◆ Task directions ◆
Once you find the line with "function checkParsed(rows: string[][], b: CsvBounds): void" in the entries below, return exactly every line from it through the line with "const long = head.findIndex((h)".

======

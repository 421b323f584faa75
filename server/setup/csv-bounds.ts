import Papa from 'papaparse';
import { badRequest } from '../core/errors';

/** Bounds on the parts of an uploaded CSV; anything beyond is refused whole with a 400 naming the bound. */
export interface CsvBounds {
  maxRows: number;
  maxColumns: number;
  maxHeaderChars: number;
  maxCellChars: number;
}

const shown = (s: string) => (s.length > 40 ? `${s.slice(0, 40)}…` : s);

/**
 * Parses a CSV only once it is known to be within the bounds. The parser costs about a
 * microsecond a byte and far more on broken quoting (an error object per stray quote), so a
 * hostile file is first measured in one cheap pass over the raw text: row count, header width,
 * field lengths. Raw lengths include quotes (an escaped quote counts twice), so the first pass
 * refuses only fields over twice the bound and the parsed cells are checked exactly after.
 */
export function parseBoundedCsv(text: string, b: CsvBounds): Papa.ParseResult<string[]> {
  // The delimiter as the parser guesses it from the first few kilobytes (cheap whatever follows).
  const delimiter = Papa.parse<string[]>(text.slice(0, 8 * 1024), { preview: 10, skipEmptyLines: 'greedy' }).meta.delimiter || ',';
  measureRaw(text, delimiter, b);
  const res = Papa.parse<string[]>(text, { delimiter, skipEmptyLines: 'greedy' });
  checkParsed(res.data, b);
  return res;
}

function measureRaw(text: string, delimiter: string, b: CsvBounds): void {
  const n = text.length;
  let i = 0;
  let fields = 0;
  let hasText = false;
  let records = 0; // records with text, as the parser keeps them (blank lines skipped)
  while (i <= n) {
    const start = i;
    if (text[i] === '"') {
      i = endOfQuoted(text, i, delimiter);
      if (!hasText && text.slice(start + 1, i - 1).trim()) hasText = true;
    } else {
      while (i < n && text[i] !== delimiter && text[i] !== '\n' && text[i] !== '\r') {
        if (!hasText && text[i]!.trim()) hasText = true;
        i++;
      }
    }
    fields++;
    const header = records === 0;
    if (header && i - start > 2 * b.maxHeaderChars + 2) {
      throw badRequest(`Column header ${fields} ("${shown(text.slice(start, i))}") is longer than ${b.maxHeaderChars} characters`);
    }
    if (i - start > 2 * b.maxCellChars + 2) throw badRequest(`Row ${records + 1}: a cell is longer than ${b.maxCellChars} characters`);
    if (i < n && text[i] === delimiter) {
      i++;
      continue;
    }
    // End of a record: a line break (\r\n, \n or \r) or the end of the text.
    if (hasText && records === 0 && fields > b.maxColumns) tooManyColumns(b, fields);
    if (hasText) records++;
    if (records > b.maxRows + 1)
      throw badRequest(`The file has more than ${b.maxRows} collar rows; split it into files of at most ${b.maxRows}`);
    fields = 0;
    hasText = false;
    if (i >= n) break;
    i += text[i] === '\r' && text[i + 1] === '\n' ? 2 : 1;
  }
}

/**
 * The end of a quoted field: a quote followed by the delimiter, a line break or the end. A quote
 * followed by anything else is a stray quote; the parser keeps reading the field, and so does this.
 */
function endOfQuoted(text: string, open: number, delimiter: string): number {
  let j = open + 1;
  for (;;) {
    const q = text.indexOf('"', j);
    if (q < 0) return text.length;
    const after = text[q + 1];
    if (after === '"') {
      j = q + 2;
      continue;
    }
    if (after === undefined || after === delimiter || after === '\n' || after === '\r') return q + 1;
    j = q + 1;
  }
}

function tooManyColumns(b: CsvBounds, count: number): never {
  throw badRequest(`The file has more than ${b.maxColumns} columns (${count}); keep the collar columns and remove the rest`);
}

function checkParsed(rows: string[][], b: CsvBounds): void {
  const head = rows[0] ?? [];
  if (head.length > b.maxColumns) tooManyColumns(b, head.length);
  const long = head.findIndex((h) => h.length > b.maxHeaderChars);
  if (long >= 0) throw badRequest(`Column header ${long + 1} ("${shown(head[long]!)}") is longer than ${b.maxHeaderChars} characters`);
  if (rows.length > b.maxRows + 1)
    throw badRequest(`The file has more than ${b.maxRows} collar rows; split it into files of at most ${b.maxRows}`);
  for (let r = 1; r < rows.length; r++) {
    const c = rows[r]!.findIndex((cell) => cell.length > b.maxCellChars);
    if (c >= 0)
      throw badRequest(`Row ${r + 1}, column "${shown(head[c] ?? String(c + 1))}": the cell is longer than ${b.maxCellChars} characters`);
  }
}
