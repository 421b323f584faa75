import type { PendingWrite } from '../records/write-guards';
import { rejected, type WriteOutcome } from '../records/write-outcome';

/**
 * A collar's own treatment must be one applied to single collars (e.g. trenched vs untrenched):
 * a whole-plot treatment comes from the collar's plot, and setting it on a collar as well would
 * count the collar twice in the design. Checked whenever a write sets the collar's treatment.
 */
export async function guardCollarTreatment(w: PendingWrite<'collar'>): Promise<WriteOutcome | null> {
  const treatmentId = w.next.treatmentId;
  if (w.action === 'delete' || !w.changed.includes('treatmentId') || !treatmentId) return null;
  const [t]: { code: string; level: string }[] = await w.em.query(`SELECT code, level FROM treatment WHERE id = $1`, [treatmentId]);
  if (!t || t.level === 'collar') return null; // a missing treatment is the reference check's to report
  return rejected(400, 'Some fields are not valid', [
    {
      path: 'treatmentId',
      message: `Treatment ${t.code} is applied to whole plots; a collar takes only a treatment applied to single collars`,
    },
  ]);
}
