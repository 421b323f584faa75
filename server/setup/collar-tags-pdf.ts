import type { DataSource } from 'typeorm';
import { v4 as uuidv4 } from 'uuid';
import { z } from 'zod';
import { collarTagUrl, plannedTagCodes, shortTagId } from '../../shared/model/collar-tag';
import { AppError } from '../core/errors';
import type { Actor } from '../records/record-writer';
import { siteForActor } from './site-access';

// pdfmake ships no types; this is the small part of its server API used here.
// eslint-disable-next-line @typescript-eslint/no-require-imports
const pdfmake = require('pdfmake') as {
  setFonts(f: unknown): void;
  setUrlAccessPolicy(cb: (url: string) => boolean): void;
  setLocalAccessPolicy(cb: (path: string) => boolean): void;
  createPdf(doc: unknown): { getBuffer(): Promise<Buffer> };
};
// The PDF standard fonts need no font files; nothing is fetched from disk or network.
const STANDARD_FONTS = ['Helvetica', 'Helvetica-Bold', 'Helvetica-Oblique', 'Helvetica-BoldOblique'];
pdfmake.setFonts({
  Helvetica: { normal: 'Helvetica', bold: 'Helvetica-Bold', italics: 'Helvetica-Oblique', bolditalics: 'Helvetica-BoldOblique' },
});
pdfmake.setUrlAccessPolicy(() => false);
// Only the names of the PDF standard fonts pass; no other local file is read.
pdfmake.setLocalAccessPolicy((p) => STANDARD_FONTS.includes(p));

export const tagQuerySchema = z.object({
  paper: z.enum(['a4', 'letter'], { message: 'paper must be a4 or letter' }).default('a4'),
  plotId: z.string().uuid('plotId must be a UUID').optional(),
  includeRetired: z.enum(['true', 'false'], { message: 'includeRetired must be true or false' }).default('false'),
});
export type TagQuery = z.infer<typeof tagQuerySchema>;

/** Codes a blank tag may carry: short, printable, no spaces (they are painted on collars too). */
const CODE_PREFIX = /^[A-Za-z0-9][A-Za-z0-9_.-]{0,11}$/;
export const blankTagQuerySchema = z
  .object({
    paper: tagQuerySchema.shape.paper,
    count: z.coerce
      .number({ message: 'count must be a number' })
      .int('count must be a whole number')
      .min(1, 'count must be at least 1')
      .max(500, 'At most 500 tags per sheet')
      .default(21),
    codePrefix: z
      .string()
      .trim()
      .regex(CODE_PREFIX, 'codePrefix: up to 12 letters, digits, "-", "_" or ".", starting with a letter or digit')
      .optional(),
    firstNumber: z.coerce
      .number({ message: 'firstNumber must be a number' })
      .int('firstNumber must be a whole number')
      .min(0, 'firstNumber must be 0 or more')
      .max(999_999, 'firstNumber must be below 1 000 000')
      .optional(),
    /** Zero-padding of the running number: digits=2 gives C09, C10, … */
    digits: z.coerce
      .number({ message: 'digits must be a number' })
      .int('digits must be a whole number')
      .min(1, 'digits must be 1 to 6')
      .max(6, 'digits must be 1 to 6')
      .optional(),
  })
  .refine((q) => q.firstNumber === undefined || q.codePrefix !== undefined, {
    message: 'firstNumber needs a codePrefix',
    path: ['firstNumber'],
  })
  .refine((q) => q.digits === undefined || q.codePrefix !== undefined, {
    message: 'digits needs a codePrefix',
    path: ['digits'],
  });
export type BlankTagQuery = z.infer<typeof blankTagQuerySchema>;

// Measured: pdfmake draws each QR module as a vector rect, ~25 ms a tag on a busy 2-core machine
// (3000 tags: 76 s). 500 tags keep one request near 12 s; larger sites print a plot at a time.
export const MAX_TAGS = 500;
const MM = 72 / 25.4;
/** 3 × 7 tags of 63.5 × 37.4 mm (the usual 21-up weatherproof label sheet) fit both A4 and Letter. */
const COLS = 3;
const ROWS = 7;
const TAG_W = 63.5 * MM;
const TAG_H = 106; // pt, ≈ 37.4 mm: leaves room for the cut lines on Letter's shorter page
const QR_PT = 88; // ≈ 31 mm: large enough to scan from arm's length through a scratched laminate
/** QR needs a light margin of 4 modules (ISO/IEC 18004); a ~75-character address is version 5 at level M, 37 modules in 88 pt → ≥ 9.5 pt. */
const QUIET = 11;
const PAPER = { a4: { size: 'A4', w: 595.28, h: 841.89 }, letter: { size: 'LETTER', w: 612, h: 792 } } as const;

// What a tag's QR code holds is defined once in shared/, where Walk reads it back.
export { collarTagUrl } from '../../shared/model/collar-tag';

/** One tag: a collar that exists (with its plot), or a blank tag for a new collar (plotCode null). */
export interface TagCollar {
  id: string;
  code: string;
  plotCode: string | null;
}

function tagCell(c: TagCollar, siteName: string, origin: string) {
  const clip = (s: string, n: number) => (s.length > n ? `${s.slice(0, n - 1)}…` : s);
  const blank = c.plotCode === null;
  const url = blank ? collarTagUrl(origin, c.id, c.code || null) : collarTagUrl(origin, c.id);
  const codeLine =
    blank && !c.code
      ? { text: 'Code: ________', bold: true, fontSize: 11 }
      : { text: clip(c.code, 24), bold: true, fontSize: c.code.length <= 8 ? 15 : 10 };
  return {
    columns: [
      { qr: url, fit: QR_PT, eccLevel: 'M', margin: [QUIET, 8, 0, 0], width: QR_PT + QUIET },
      {
        width: '*',
        margin: [QUIET, 10, 4, 0],
        stack: [
          codeLine,
          { text: blank ? `New collar · tag ${shortTagId(c.id)}` : `Plot ${clip(c.plotCode!, 20)}`, fontSize: 9, margin: [0, 4, 0, 0] },
          { text: clip(siteName, 60), fontSize: 7, color: '#333333', margin: [0, 4, 0, 0] },
        ],
      },
    ],
  };
}

/** The tag sheet as a PDF: one page per 21 tags, a dashed cut grid, text as text (never markup). */
export async function renderTagSheet(collars: TagCollar[], siteName: string, paper: 'a4' | 'letter', origin: string): Promise<Buffer> {
  const p = PAPER[paper];
  const marginX = (p.w - COLS * TAG_W) / 2;
  const marginY = (p.h - ROWS * TAG_H) / 2 - 2;
  const pages: unknown[] = [];
  for (let i = 0; i < collars.length; i += COLS * ROWS) {
    const chunk = collars.slice(i, i + COLS * ROWS);
    const body: unknown[][] = [];
    for (let r = 0; r < chunk.length; r += COLS) {
      const row = chunk.slice(r, r + COLS).map((c) => tagCell(c, siteName, origin));
      while (row.length < COLS) row.push({ text: '' } as never);
      body.push(row);
    }
    pages.push({
      table: { widths: Array(COLS).fill(TAG_W - 1), heights: TAG_H - 1, body, dontBreakRows: true },
      layout: {
        hLineWidth: () => 0.3,
        vLineWidth: () => 0.3,
        hLineColor: () => '#999999',
        vLineColor: () => '#999999',
        hLineStyle: () => ({ dash: { length: 3, space: 3 } }),
        vLineStyle: () => ({ dash: { length: 3, space: 3 } }),
        paddingLeft: () => 0,
        paddingRight: () => 0,
        paddingTop: () => 0,
        paddingBottom: () => 0,
      },
      pageBreak: i + COLS * ROWS < collars.length ? 'after' : undefined,
    });
  }
  const doc = {
    pageSize: p.size,
    pageMargins: [marginX, marginY, marginX, 0],
    info: { title: `Collar tags · ${siteName}`, creator: 'Fluxwalk' },
    defaultStyle: { font: 'Helvetica' },
    content: pages.length ? pages : [{ text: 'No collars to tag at this site.' }],
  };
  return pdfmake.createPdf(doc).getBuffer();
}

/** The collars of a site (or one plot) in plot, then code order, for the tag sheet. */
export async function collarTagSheet(ds: DataSource, actor: Actor, siteId: string, q: TagQuery, origin: string) {
  const site = await siteForActor(ds, actor, siteId);
  const collars: TagCollar[] = await ds.query(
    `SELECT c.id, c.code, p.code AS "plotCode" FROM collar c JOIN plot p ON p.id = c.plot_id
      WHERE c.site_id = $1 AND NOT c.deleted AND ($2::uuid IS NULL OR c.plot_id = $2)
        AND ($3 OR c.status <> 'retired')
      ORDER BY p.code, c.code LIMIT ${MAX_TAGS + 1}`,
    [siteId, q.plotId ?? null, q.includeRetired === 'true'],
  );
  if (collars.length > MAX_TAGS) throw new AppError(400, `At most ${MAX_TAGS} tags per sheet: choose one plot at a time`);
  return { pdf: await renderTagSheet(collars, site.name, q.paper, origin), count: collars.length, siteName: site.name };
}

/**
 * Tags for collars not installed yet: each holds a fresh collar id that the collar takes when the
 * crew scans the tag on the install screen, and, when a code prefix is given, the planned code
 * (prefix + running number, zero-padded to `digits`). Planned codes already used at the site are refused, naming them.
 * Nothing is stored: an unused tag costs nothing, and ids are random so they never collide.
 */
export async function blankTagSheet(ds: DataSource, actor: Actor, siteId: string, q: BlankTagQuery, origin: string) {
  const site = await siteForActor(ds, actor, siteId);
  const first = q.firstNumber ?? 1;
  const codes = q.codePrefix ? plannedTagCodes(q.codePrefix, first, q.digits ?? 1, q.count) : Array<string>(q.count).fill('');
  if (q.codePrefix) {
    const taken: { code: string }[] = await ds.query(
      `SELECT code FROM collar WHERE site_id = $1 AND NOT deleted AND code = ANY($2::text[]) ORDER BY code LIMIT 6`,
      [siteId, codes],
    );
    if (taken.length) {
      const names =
        taken
          .slice(0, 5)
          .map((t) => t.code)
          .join(', ') + (taken.length > 5 ? ', …' : '');
      throw new AppError(409, `These codes are already used at this site: ${names}. Choose another prefix or first number.`);
    }
  }
  const tags: TagCollar[] = codes.map((code) => ({ id: uuidv4(), code, plotCode: null }));
  return { pdf: await renderTagSheet(tags, site.name, q.paper, origin), count: tags.length, siteName: site.name };
}
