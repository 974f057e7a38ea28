// SPDX-License-Identifier: MIT
// Copyright (c) 2026 Periodic contributors

using System.Collections.ObjectModel;
using System.Globalization;
using System.Text;
using Periodic.Stacks;
using Periodic.Units;

namespace Periodic.Optics;
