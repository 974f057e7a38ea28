// SPDX-License-Identifier: MIT
// Copyright (c) 2026 Periodic contributors

using System.CommandLine;
using System.Globalization;
using Periodic.Bands;
using Periodic.Cli.Output;
using Periodic.Properties;
using Periodic.Serialization;
using Periodic.Stacks;
using Periodic.Units;

namespace Periodic.Cli.Commands;
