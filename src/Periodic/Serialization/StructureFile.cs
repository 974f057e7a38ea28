// SPDX-License-Identifier: MIT
// Copyright (c) 2026 Periodic contributors

using System.Globalization;
using System.Text;
using System.Text.Json;
using System.Text.RegularExpressions;
using Periodic.Materials;
using Periodic.SpaceCharge;
using Periodic.Stacks;
using Periodic.Structures;
using Periodic.Units;

namespace Periodic.Serialization;
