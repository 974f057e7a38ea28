// SPDX-License-Identifier: MIT
// Copyright (c) 2026 Periodic contributors

using System.CommandLine;
using System.Globalization;
using System.Text.Json;
using Periodic.Cli.Output;
using Periodic.Materials;
using Periodic.Optics;
using Periodic.Serialization;
using Periodic.Stacks;
using Periodic.Units;

namespace Periodic.Cli.Commands;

======

◆ Result of the task ◆
function checkParsed(rows: string[][], b: CsvBounds): void {
  const head = rows[0] ?? [];
  if (head.length > b.maxColumns) tooManyColumns(b, head.length);
  const long = head.findIndex((h) => h.length > b.maxHeaderChars);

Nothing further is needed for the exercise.